Song Zitao, Wang Yining, Qian Pin, Song Sifan, Coenen Frans, Jiang Zhengyong, Su Jionglong
Department of Mathematical Sciences, Xi'an Jiaotong-Liverpool University, Suzhou, China.
Department of Computer Sciences, Xi'an Jiaotong-Liverpool University, Suzhou, China.
Appl Intell (Dordr). 2023;53(12):15188-15203. doi: 10.1007/s10489-022-04217-5. Epub 2022 Nov 11.

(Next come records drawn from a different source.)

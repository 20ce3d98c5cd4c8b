// Benchmark: logger readings through `POST /api/v1/readings` on a production server. Target it
// reports against: readings/s accepted with the p95 under 1 s per batch, for batches of 100 and of
// 1,000 readings, from 20 loggers at once (each its own sensor, sending its next batch as soon as
// the previous one is answered). It also reports batches/s, p50/p95/max per batch, errors by
// status, the server's RSS (from /proc, the server and its children, every 100 ms), the number of
// sensors at one reading a minute that the rate means (readings/s × 60) and, during the 1,000
// case, the p95 of `GET /api/health` asked every 20 ms (does ingest starve other requests?).
//
// Run with `npx tsx --conditions=react-server bench/ingest.ts`. It builds the app (`npm run build`)
// unless `--no-build` says the current build is up to date, builds a small register in a
// temporary database (bench/lib/register-db.ts: 100 sensors on storage units and rooms), stores an
// ingest API key with the readings:write scope, starts `next start` on a free port against it
// (production settings; RATE_LIMIT_READINGS_KEY raised so that the key's limit of 120 batches a
// minute does not cap the measure: the bench measures the server, not the limit) and runs each
// case for a fixed time. Each logger sends consecutive minutes going forward from a start years in
// the past (2020 for the 100 case, 2023 for the 1,000 case), so no reading is a duplicate and none
// is in the future. Latencies are wall time seen by this process, on the same machine (they
// include waiting for a CPU). An untimed 8 s round of batches of 100 (dated 2018) warms the server
// first. Options: `--seconds N` per case (default 25), `--loggers N`
// (default 20), `--findings N` for the register (default 1,000), `--port N` (default: a free
// port), `--keep-files`. The script
// reports; it does not fail.
import { spawnSync } from "node:child_process";
import fs from "node:fs";
import os from "node:os";
import path from "node:path";
import { freePort, startServer, treeRss } from "./lib/process";

const argValue = (name: string) => {
  const index = process.argv.indexOf(name);
  return index >= 0 ? process.argv[index + 1] : undefined;
};
const SECONDS = Number(argValue("--seconds") ?? 25);
const LOGGERS = Number(argValue("--loggers") ?? 20);
const FINDINGS = Number(argValue("--findings") ?? 1_000);
const KEEP_FILES = process.argv.includes("--keep-files");
const NO_BUILD = process.argv.includes("--no-build");
const BATCH_TARGET_MS = 1000;
const SESSION_SECRET = "bench-session-secret-at-least-32-characters-long";
const INGEST_KEY = "hrk_bench_ingest-gateway-00000000001";

const tempDir = fs.mkdtempSync(path.join(os.tmpdir(), "headroom-bench-ingest-"));
process.env.DATABASE_PATH = path.join(tempDir, "ingest.db");
process.env.UPLOAD_DIR = path.join(tempDir, "uploads");
process.env.LOG_LEVEL = "silent";

const MiB = 1024 * 1024;
const ms = (value: number) => `${value.toFixed(0)} ms`;
const thousands = (n: number) => Math.round(n).toLocaleString("en-GB");
const load = () => os.loadavg().map((l) => l.toFixed(2)).join(" ");

async function main(): Promise<void> {
  const { quantile } = await import("./lib/stats");
  console.log(`Node ${process.version}, ${os.cpus().length} CPUs, ${(os.totalmem() / 2 ** 30).toFixed(0)} GB, load average ${load()}.`);

  if (!NO_BUILD) {
    console.log("\nBuilding the app (npm run build; --no-build skips it when the build is current) …");
    const built = spawnSync("npm", ["run", "build"], { stdio: ["ignore", "ignore", "inherit"], env: { ...process.env, NODE_ENV: "production" } });
    if (built.status !== 0) throw new Error("npm run build failed");
  } else if (!fs.existsSync(path.join(".next", "BUILD_ID"))) {
    throw new Error("--no-build was given but there is no build in .next/: run npm run build first.");
  }

  const { buildRegisterDb } = await import("./lib/register-db");
  await buildRegisterDb({ findings: FINDINGS, shortTraces: true });
  const { closeDb, getDb } = await import("@/db/client");
  const { storeApiKey } = await import("@/lib/api-keys/service");
  const db = getDb();
  db.transaction((tx) => storeApiKey(tx, { system: "ingest bench" }, { name: "Bench gateway", scopes: ["readings:write"], key: INGEST_KEY, createdById: null }));
  const sensorIds = (db.$client.prepare("SELECT external_id AS id FROM sensors ORDER BY id LIMIT ?").all(LOGGERS) as { id: string }[]).map((r) => r.id);
  closeDb();
  if (sensorIds.length < LOGGERS) throw new Error(`only ${sensorIds.length} sensors in the bench register`);

  const port = argValue("--port") ? Number(argValue("--port")) : await freePort();
  const server = await startServer({ port, logDir: tempDir, env: { SESSION_SECRET, RATE_LIMIT_READINGS_KEY: "1000000" } });
  const base = server.base;
  console.log(`\nServer: next start on ${base}, pid ${server.pid}; ${LOGGERS} loggers, ${SECONDS} s per case.`);

  async function runCase(batchSize: number, startMs: number, probeHealth: boolean, seconds = SECONDS, report = true): Promise<void> {
    const statuses = new Map<string, number>();
    const latencies: number[] = [];
    const health: number[] = [];
    let accepted = 0;
    let duplicates = 0;
    const rssBefore = treeRss(server.pid);
    let rssPeak = rssBefore;
    const rssTimer = setInterval(() => (rssPeak = Math.max(rssPeak, treeRss(server.pid))), 100);
    const caseStart = performance.now();
    const endAt = caseStart + seconds * 1000;
    const loggers = sensorIds.map(async (sensor, index) => {
      let minute = 0;
      while (performance.now() < endAt) {
        const readings = Array.from({ length: batchSize }, (_, i) => ({
          sensor,
          at: new Date(startMs + (minute + i) * 60_000).toISOString(),
          tempC: 4 + ((index + minute + i) % 7) / 10,
        }));
        minute += batchSize;
        const t = performance.now();
        try {
          const response = await fetch(`${base}/api/v1/readings`, {
            method: "POST",
            headers: { authorization: `Bearer ${INGEST_KEY}`, "content-type": "application/json" },
            body: JSON.stringify({ readings }),
          });
          const body = (await response.json()) as { accepted?: number; duplicates?: number };
          latencies.push(performance.now() - t);
          statuses.set(String(response.status), (statuses.get(String(response.status)) ?? 0) + 1);
          if (response.status === 202) {
            accepted += body.accepted ?? 0;
            duplicates += body.duplicates ?? 0;
          }
        } catch (error) {
          statuses.set(`network: ${(error as Error).message}`, (statuses.get(`network: ${(error as Error).message}`) ?? 0) + 1);
        }
      }
    });
    const probe = (async () => {
      while (probeHealth && performance.now() < endAt) {
        const t = performance.now();
        const response = await fetch(`${base}/api/health`);
        await response.arrayBuffer();
        health.push(performance.now() - t);
        await new Promise((resolve) => setTimeout(resolve, 20));
      }
    })();
    await Promise.all([...loggers, probe]);
    const elapsedS = (performance.now() - caseStart) / 1000;
    clearInterval(rssTimer);
    if (!report) return;
    const p95 = quantile(latencies, 0.95);
    const rate = accepted / elapsedS;
    console.log(`\nBatches of ${thousands(batchSize)}, ${LOGGERS} loggers, ${elapsedS.toFixed(1)} s (load average at the end ${load()}):`);
    console.log(`  ${thousands(rate)} readings/s accepted (${thousands(accepted)} in all, ${thousands(duplicates)} duplicates), ${(latencies.length / elapsedS).toFixed(1)} batches/s`);
    console.log(`  per batch: p50 ${ms(quantile(latencies, 0.5))}, p95 ${ms(p95)}, max ${ms(Math.max(...latencies))}: p95 under ${BATCH_TARGET_MS} ms ${p95 < BATCH_TARGET_MS ? "target met" : "target NOT met"}`);
    console.log(`  answers: ${[...statuses].map(([status, count]) => `${thousands(count)} × ${status}`).join(", ")}`);
    console.log(`  = ${thousands(rate * 60)} sensors at one reading a minute`);
    console.log(`  server RSS ${(rssBefore / MiB).toFixed(0)} MB before, peak ${(rssPeak / MiB).toFixed(0)} MB`);
    if (probeHealth) console.log(`  GET /api/health meanwhile: p50 ${ms(quantile(health, 0.5))}, p95 ${ms(quantile(health, 0.95))}, max ${ms(Math.max(...health))} (${health.length} requests)`);
  }

  // Warm, untimed: the route loaded, the worker threads started and their statements prepared
  // (without it the first batches take 8–14 s and land in the first case's p95).
  await runCase(100, Date.UTC(2018, 0, 1), false, 8, false);
  await runCase(100, Date.UTC(2020, 0, 1), false);
  await runCase(1000, Date.UTC(2023, 0, 1), true);

  await server.stop();
}

let failed = false;
main()
  .catch((error) => {
    failed = true;
    console.error(error);
    console.error(`Kept for a look: ${tempDir} (the server's log is server.log).`);
  })
  .finally(() => {
    if (KEEP_FILES && !failed) console.log(`Kept: ${tempDir}`);
    else if (failed) return;
    else fs.rmSync(tempDir, { recursive: true, force: true });
  });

As a fundamental problem in algorithmic trading, portfolio optimization aims to maximize the cumulative return by continuously investing in various financial derivatives within a given time period. Recent years have witnessed the transformation from traditional machine learning trading algorithms to reinforcement learning algorithms due to their superior nature of sequential decision making. However, the exponential growth of the imperfect and noisy financial data that is supposedly leveraged by the deterministic strategy in reinforcement learning, makes it increasingly challenging for one to continuously obtain a profitable portfolio. Thus, in this work, we first reconstruct several deterministic and stochastic reinforcement algorithms as benchmarks. On this basis, we introduce a risk-aware reward function to balance the risk and return. Importantly, we propose a novel interpretable stochastic reinforcement learning framework which tailors a stochastic policy parameterized by Gaussian Mixtures and a distributional critic realized by quantiles for the problem of portfolio optimization. In our experiment, the proposed algorithm demonstrates its superior performance on U.S. market stocks with a 63.1% annual rate of return while at the same time reducing the market value max drawdown by 10% when back-testing during the stock market crash around March 2020.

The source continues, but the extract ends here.